[Collected data]
- Opening Delimiter -
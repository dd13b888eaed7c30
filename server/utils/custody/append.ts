import { setImmediate as nextTurn, setTimeout as sleep } from 'node:timers/promises'
import { requestUnits } from '../../../utils/custody/requestUnits'
import type { EventResult } from '../../../utils/contract/custody'
import type { Database } from '../database/database'
import { StorageUnavailable, storageFailure } from '../database/storageFailure'
import { groupCaches, wereWritten, type Standing } from './caches'
import { group } from './group'
import { parsePost, refuse } from './judge'
import { idOf, judgePosting, resultOf, type ReadPosting } from './judgePosting'
import { insertLogRows } from './logRow'
import type { Posting } from './posting'
import { sharedCodeRows } from './sharedCodeRows'

/** Most events in one commit. */
const GROUP_EVENTS = 200
/** How long is waited for as many requests as usually come together. Units: ms. */
const LONGEST_GATHER_MS = 4
/** How often a group is computed again after another process wrote first. */
const RACE_RETRIES = 20

/** What became of a posting. */
export interface Appended {
  /** In the order sent. */
  results: EventResult[]
  /** Cylinders as its events have made them, as far as that is known without reading them again. */
  standing: ReadonlyMap<string, Standing>
}

interface Waiting extends ReadPosting {
  done: (appended: Appended) => void
  failed: (error: unknown) => void
}

const NOBODY: Appended['standing'] = new Map()

interface Queue {
  waiting: Waiting[]
  /** How many requests came together of late. */
  usual: number
}

const queues = new WeakMap<Database, Queue>()

/**
 * The only writer of the custody log.
 *
 * Requests wait in one queue; what is waiting is committed together, with every cache that follows from it. The answer
 * comes when it is durable. An event that is sent again is answered `duplicate` and nothing happens twice.
 *
 * Errors: rejects with {@link StorageUnavailable} where the database takes nothing (full, read-only, gone); then
 * nothing of the posting is stored, or it was stored and sending it again answers `duplicate`.
 */
export function appendTelling(db: Database, posting: Posting): Promise<Appended> {
  const queue = queues.get(db) ?? { waiting: [], usual: 1 }
  queues.set(db, queue)
  const { waiting } = queue
  return new Promise((done, failed) => {
    waiting.push({ posting, parsed: posting.events.map(parsePost), units: requestUnits(posting.events), done, failed })
    if (waiting.length === 1) void db.exclusive(commit => drain(db, queue, commit))
  })
}

/** The same for whoever wants no more than what became of each event. */
export async function append(db: Database, posting: Posting): Promise<EventResult[]> {
  return (await appendTelling(db, posting)).results
}

/** Takes what is waiting now; what comes meanwhile asks for a turn of its own. */
async function drain(db: Database, queue: Queue, commit: Database['write']): Promise<void> {
  await gather(queue)
  const taken = queue.waiting.splice(0)
  for (const part of groupsOf(taken)) await commitOrSplit(db, part, commit)
}

/**
 * Requests that come together share the commit. Those that are being read do: it waits for as long as a turn of the
 * event loop brings another. So do those of everybody who was answered by the last commit and posts again at once.
 */
async function gather(queue: Queue): Promise<void> {
  const { waiting } = queue
  for (let known = 0; known < waiting.length && known < GROUP_EVENTS;) {
    known = waiting.length
    await nextTurn()
  }
  for (let waited = 0; waited < LONGEST_GATHER_MS && waiting.length < queue.usual; waited++) await sleep(1)
  // Where fewer come by and by, a lone one soon waits for nobody.
  queue.usual = Math.max(waiting.length, Math.floor(queue.usual * 0.9))
}

function groupsOf(taken: Waiting[]): Waiting[][] {
  const groups: Waiting[][] = []
  let size = 0
  for (const one of taken) {
    const alone = one.posting.dispatch !== undefined
    const last = groups.at(-1)
    if (!last || alone || size + one.parsed.length > GROUP_EVENTS) {
      groups.push([one])
      size = alone ? GROUP_EVENTS : one.parsed.length
    }
    else {
      last.push(one)
      size += one.parsed.length
    }
  }
  return groups
}

/**
 * Commits a group; where it fails, each request alone; where that fails, each event alone: a bad one refuses only itself,
 * and the other half of its pair.
 */
async function commitOrSplit(db: Database, part: Waiting[], commit: Database['write']): Promise<void> {
  try {
    const answers = await commitGroup(db, part, commit)
    part.forEach((one, index) => one.done(answers[index]!))
  }
  catch (error) {
    const failure = storageFailure(error)
    if (failure) part.forEach(one => one.failed(failure))
    else if (part.length > 1) for (const one of part) await commitOrSplit(db, [one], commit)
    else if (part[0]) await commitEachAlone(db, part[0], commit, error)
  }
}

async function commitEachAlone(db: Database, one: Waiting, commit: Database['write'], error: unknown): Promise<void> {
  if (one.posting.dispatch) return one.failed(error)
  const results = new Map<number, EventResult>()
  for (const unit of one.units) {
    const events = unit.map(at => one.posting.events[at])
    const alone = { ...one, posting: { ...one.posting, events }, parsed: unit.map(at => one.parsed[at]!), units: [events.map((_, at) => at)] }
    try {
      const [answers] = await commitGroup(db, [alone], commit)
      answers?.results.forEach((answer, index) => results.set(unit[index]!, answer))
    }
    catch (ownError) {
      const failure = storageFailure(ownError)
      if (failure) return one.failed(failure)
      console.error('event refused by an unexpected error', { ids: events.map(idOf), error: String(ownError) })
      unit.forEach((at, index) => results.set(at, resultOf(events[index], refuse(500, 'This event could not be stored', 'Keep it; the fault is ours.'))))
    }
  }
  one.done({ results: one.parsed.flatMap((_, at) => results.get(at) ?? []), standing: NOBODY })
}

async function commitGroup(db: Database, part: Waiting[], commit: Database['write']): Promise<Appended[]> {
  for (let attempt = 0; attempt < RACE_RETRIES; attempt++) {
    const now = await group(db, part.flatMap(one => one.parsed.flatMap(post => 'event' in post ? [post.event] : [])))
    const judged = part.map(one => judgePosting(one, now))
    const written = judged.flatMap(one => one.rows)
    const relabelled = relabelledBy(part)
    if (written.length === 0) {
      // What was sent again may have been cut short after it was stored, before the cylinders beside it were told.
      if (relabelled.length > 0) await commit(await sharedCodeRows(db, relabelled, newestOf(part)))
      return judged.map(({ results }) => ({ results, standing: NOBODY }))
    }

    const lines = insertLogRows(written, now)
    const caches = await groupCaches(db, now)
    const along = part[0]?.posting.dispatch?.alongside(wereWritten(written)) ?? []
    const answers = await commit([...lines, ...caches.statements, ...along])
    // The driver answers one row for each line that was written; another process that was first leaves none.
    const answered = answers.slice(0, lines.length).reduce((sum, { rows }) => sum + rows.length, 0)
    if (answered !== written.length) continue
    if (relabelled.length === 0) return judged.map(({ results }) => ({ results, standing: caches.standing }))
    await commit(await sharedCodeRows(db, relabelled, newestOf(part)))
    // What others say of these cylinders may be another now.
    return judged.map(({ results }) => ({ results, standing: NOBODY }))
  }
  throw new StorageUnavailable('The custody log is written by others faster than this process can follow')
}

/** Cylinders whose codes these events may have changed, now or when they were sent before. */
function relabelledBy(part: readonly Waiting[]): string[] {
  const events = part.flatMap(one => one.parsed.flatMap(post => 'event' in post ? [post.event] : []))
  return [...new Set(events.filter(({ kind }) => kind === 'labelled' || kind === 'corrected').map(({ cylinderId }) => cylinderId))]
}

function newestOf(part: readonly Waiting[]): number {
  return Math.max(...part.map(({ posting }) => posting.now))
}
- Closing Delimiter -
Collect every line above that contains the word "ownError".

    catch (ownError) {
      const failure = storageFailure(ownError)
      console.error('event refused by an unexpected error', { ids: events.map(idOf), error: String(ownError) })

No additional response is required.